DROPS Design answered:

Dear Mrs Gaboardi, you work M.1 as follows: 6 sts in garter st, then repeat M.1 a total of 63 times in width (6 sts on first row x 63 times), and 6 sts in garter st. On first row in M.1 you dec 1 st x 63 times then you dec 2 sts on 3rd row in M.1 (2 sts dec x 63 = 126 sts dec). There were 390 sts - 63 sts (dec on 1st row) - 126 sts (dec on 3rd row) = 201 sts.
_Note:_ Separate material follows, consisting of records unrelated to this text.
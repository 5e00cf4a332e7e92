import { ratingSchema, toleranceProfileSchema } from "@/lib/analysis";
import { figures } from "@/lib/analysis/figures";
import { checkOfFigure, type TrendFigure } from "./query";

export type TrendBand = {
  lower: number | null;
  upper: number | null;
  nominal: number | null;
  unit: string;
  /** The marginal zones inside the band: [from, to] in the figure's unit (judge() in lib/analysis/verdicts.ts). */
  marginal: [number, number][];
};

/**
 * The band of the profile in force at the nameplate's rated speed (captures at other speeds are judged
 * against a band scaled to their speed; the trend draws the rated one). Null when the rating or profile
 * does not parse or the check is not required.
 */
export function trendBand(nameplate: unknown, profile: unknown, figure: TrendFigure): TrendBand | null {
  const rating = ratingSchema.safeParse(nameplate);
  const tolerance = toleranceProfileSchema.safeParse(profile);
  if (!rating.success || !tolerance.success) return null;
  // No measurement: every figure is null, the bands are those of the nameplate at rated speed.
  const all = figures({ channels: [], frequencyHz: rating.data.frequencyHz, threePhase: null, backEmf: null, warnings: [] }, rating.data, tolerance.data);
  const fig = all[checkOfFigure(figure)];
  const band = fig.band;
  if (!band) return null;
  const zone = band.marginalZonePercent / 100;
  const marginal: [number, number][] = [];
  if (band.upper !== null) marginal.push([band.upper - zone * Math.abs(band.upper - band.nominal), band.upper]);
  if (band.lower !== null) marginal.push([band.lower, band.lower + zone * Math.abs(band.nominal - band.lower)]);
  return { lower: band.lower, upper: band.upper, nominal: band.lower !== null ? band.nominal : null, unit: fig.unit, marginal };
}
Happy knitting!

29.03.2016 - 10:29

country flag MOLE wrote:

Bonjour, Vous parlez d'une aiguille circulaire 6,5 mais vous ne la vendez pas ? De plus peut-on payer par chèque ? Merci d'effacer ce même texte que j'ai mis par erreur dans les commentaires... Cordialement Y. Molé

10.10.2013 - 18:33

DROPS Design answered:

Chère Mme Mole, nous avons bien des aiguilles circulaires 80 cm en taille 6,5 (collection Trend, un plastique très doux et léger). La liste des détaillants en France et leurs coordonnées sont à votre disposition sous le menu "Détaillants/ France". N'hésitez pas à les contacter par mail ou téléphone pour leur demander leurs disponibilités. Bon tricot!